11L’ensemble de ces processus s’est traduit par une puissante réorganisation interne des bases économiques et productives à travers de ce que l’on peut qualifier de « retournement spatial ». On a assisté en effet à une captation croissante de la dynamique économique par les Suds, c’est-à-dire le Sud‑Ouest et la façade Pacifique, au détriment relatif du vieux Heartland. Comme l’indique sur la longue durée la géographie du produit national brut (tableau 1) les Suds passent de 38 à 52 % du PIB national en quarante ans alors que l’Hinterland garde son rang tandis que le Heartland recule de plus de la moitié à 37 % de l’économie nationale.

12Entre 2006 et 2013, le processus de recomposition spatiale s’accélère du fait des fortes différences de trajectoires entre les grands blocs régionaux, les États fédérés et les comtés durant la crise et lors de la sortie de crise actuelle. Les Suds polarisent 31 % de la croissance économique nationale devant la façade Pacifique (23,5 %) contre seulement 18,5 % pour la Mégalopolis et 9 % pour la Manufacturing Belt des Grands Lacs. Ces différenciations s’expliquent par les spécialisations sectorielles et fonctionnelles des différents systèmes productifs d’un côté, par la situation du marché immobilier et du bâtiment de l’autre. Si la Californie demeure au 1er rang pour le PNB, le Texas dépasse aujourd’hui l’État de New‑York et la Floride l’Illinois.

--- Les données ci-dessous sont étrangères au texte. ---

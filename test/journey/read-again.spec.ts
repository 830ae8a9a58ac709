import { expect, test, type Page } from 'playwright/test';
import { goTo } from './page-checks.ts';
import { Program } from './program.ts';

let program: Program;

test.beforeEach(async () => {
  program = await Program.inNewHome();
});

test.afterEach(async () => {
  await program.end();
});

const PUPILS = `id,grade,mark\n${Array.from({ length: 60 }, (_, index) => `${index},${4 + (index % 2)},${index % 21}`).join('\n')}\n`;
const OTHERS = `note;klasse\n${Array.from({ length: 22 }, (_, index) => `${index % 11};x`).join('\n')}\n`;

async function bring(page: Page, name: string, text: string): Promise<void> {
  await page.locator('input[type="file"]').setInputFiles({ name, mimeType: 'text/csv', buffer: Buffer.from(text) });
}

async function chooseMissing(page: Page, code: string): Promise<void> {
  await page.locator('[data-choice="missing"]').click();
  await page.getByRole('textbox', { name: 'Codes that stand for a missing score' }).fill(code);
  await page.getByRole('button', { name: 'Use these codes' }).click();
}

async function startWithPupils(page: Page): Promise<void> {
  await page.goto(await program.start());
  await page.getByRole('button', { name: 'New norm project' }).click();
  await bring(page, 'pupils.csv', PUPILS);
  await expect(page.getByText('60 kept, 0 left out')).toBeVisible();
}

test('undo brings back the file, its first rows and its tally', async ({ page }) => {
  await startWithPupils(page);
  const undo = page.getByRole('button', { name: 'Undo' });

  await page.getByLabel('separator').selectOption(';');
  await expect(page.getByText('Give one column the role “raw score”')).toBeVisible();
  await expect(page.getByRole('alert')).toHaveCount(0);
  await expect(page.getByText('no scores yet')).toBeVisible();
  await undo.click();
  await expect(page.getByLabel('Role of the column mark')).toHaveValue('score');
  await expect(page.getByText('60 kept, 0 left out')).toBeVisible();

  await bring(page, 'others.csv', OTHERS);
  await expect(page.getByText('22 kept, 0 left out')).toBeVisible();
  await undo.click();
  await expect(page.getByLabel('Role of the column mark')).toHaveValue('score');
  await chooseMissing(page, '20');
  await expect(page.getByText('58 kept, 2 left out')).toBeVisible();

  await page.getByRole('button', { name: 'Type or paste counts' }).click();
  await page.getByRole('textbox', { name: 'Counts, one score and its count a line' }).fill('0 3\n1 4');
  await page.getByRole('button', { name: 'Take these counts' }).click();
  await expect(page.getByText('2 kept, 0 left out')).toBeVisible();
  await undo.click();
  await chooseMissing(page, '20, 19');
  await expect(page.getByText('56 kept, 4 left out')).toBeVisible();
});

test('no number stands beside a reading that did not make it', async ({ page }) => {
  await startWithPupils(page);
  await page.locator('[data-choice="scale"]').click();
  await page.getByRole('textbox', { name: 'Lowest score' }).fill('100');
  await page.getByRole('textbox', { name: 'Highest score' }).fill('200');
  await page.getByRole('button', { name: 'Use this scale' }).click();
  await expect(page.getByRole('alert')).toContainText('None of the 60 rows can be counted');
  await expect(page.getByText('no scores yet')).toBeVisible();
  await page.getByRole('button', { name: 'Undo' }).click();
  await expect(page.getByText('60 kept, 0 left out')).toBeVisible();
  await expect(page.getByRole('alert')).toHaveCount(0);

  let slow = true;
  await page.route('**/desk', async (route) => {
    if (slow && (route.request().postData() ?? '').includes('"tally-cohort"')) {
      await new Promise((resolve) => setTimeout(resolve, 400));
    }
    await route.continue();
  });
  await chooseMissing(page, '20');
  await page.getByRole('button', { name: 'Undo' }).click();
  await page.waitForResponse((response) => (response.request().postData() ?? '').includes('"tally-cohort"'));
  await expect(page.getByText('60 kept, 0 left out')).toBeVisible();
  slow = false;
  await page.getByRole('button', { name: 'Redo' }).click();
  await expect(page.getByText('58 kept, 2 left out')).toBeVisible();
});

test('a file of the same name is read as the one before it', async ({ page }) => {
  await startWithPupils(page);
  await chooseMissing(page, '20');
  await page.locator('[data-choice="scale"]').click();
  await page.getByRole('textbox', { name: 'Highest score' }).fill('30');
  await page.getByRole('button', { name: 'Use this scale' }).click();
  await expect(page.getByText('58 kept, 2 left out')).toBeVisible();
  await bring(page, 'pupils.csv', `${PUPILS}60,5,30\n`);
  await expect(page.getByText('59 kept, 2 left out')).toBeVisible();
  await expect(page.locator('[data-choice="scale"]')).toHaveText(/0 to 30/);
});

test('an emptied title of a group gives way to its standing title, two alike are asked about', async ({ page }) => {
  await startWithPupils(page);
  await goTo(page, 'Groups');
  const titles = page.getByRole('textbox', { name: /^Title of/ });
  await titles.first().fill('   ');
  await titles.first().press('Tab');
  await expect(titles.first()).toHaveValue('Grade 4');
  await titles.nth(1).fill('Grade 4');
  await titles.nth(1).press('Tab');
  await expect(page.getByText('More than one table is called Grade 4.')).toBeVisible();
});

Tableau 1 – Les basculements des territoires par grandes régions : le produit national brut ( % national)

1963

1970

1980

1990

2000

2006

2013

Différence
( %)

Sud-ouest

23,3

25,24

29,96

29,87

31,71

33,23

33,7

+ 10,4

Pacifique

14,82

14,85

16,61

18,37

18,22

18,7

18,5

+ 3,68

Les Suds

38,12

40,09

46,57

48,24

49,93

51,93

52,2

+ 14,08

Rocheuses

2,82

2,68

3,63

3,14

3,71

3,88

4

+ 1,18

Plaines

7,56

7,44

7,29

6,59

6,55

6,34

6,53

- 1,03

Hinterland

10,38

10,12

10,92

9,73

10,26

10,22

10,53

+ 0,15

Nvlle Angleterre

5,78

5,8

5,33

6,01

5,76

5,45

5,45

- 0,33

Mideast

24,03

23,51

19,4

19,91

18,18

18,04

18,22

- 5,81

Grand Lacs

21,69

20,48

17,78

16,11

15,87

14,36

13,6

- 8,09

Heartland

51,5

49,79

42,51

42,03

39,81

37,85

37,27

- 14,23

Source : d’après US Census Bureau

13Ces différences de trajectoires se retrouvent à l’échelle des aires métropolitaines. Si entre 2009 et 2012 la richesse produite par les 380 aires métropolitaines augmente de + 6,7 % à l’échelle nationale, 62 aires sont encore en déclin et 177 sous la moyenne nationale. Au total, 63 % des économies métropolitaines doivent encore faire face à d’importantes difficultés. Ainsi, si la croissance est très dynamique à San José et dans la Silicon Valley (+ 21 %) ou à Dallas et Houston, portées par le boom des énergies (+ 13 %), Los Angeles, San Diego ou Philadelphie demeurent à la traîne. C’est ainsi qu’entre 2011/2012, les flux migratoires inter-régionaux entre aires métropolitaines, étroitement corrélés aux dynamiques des marchés du travail, font bien apparaître la crise du Heartland et des Grands Lacs où les bilans sont largement négatifs (New York, Philadelphie, Chicago, Detroit, Cleveland…) au profit du Vieux Sud (Raleigh, Charlotte, Atlanta), du Texas (Dallas, Austin, Houston) et de l’ouest (Phoenix, Denver, Seattle).

2. Quelle sortie de crise ?

2.1. Explosion des inégalités et amélioration en trompe-œil du marché du travail

14Le sauvetage par la puissance publique de la corporate America porte cependant en germe de profondes contradictions.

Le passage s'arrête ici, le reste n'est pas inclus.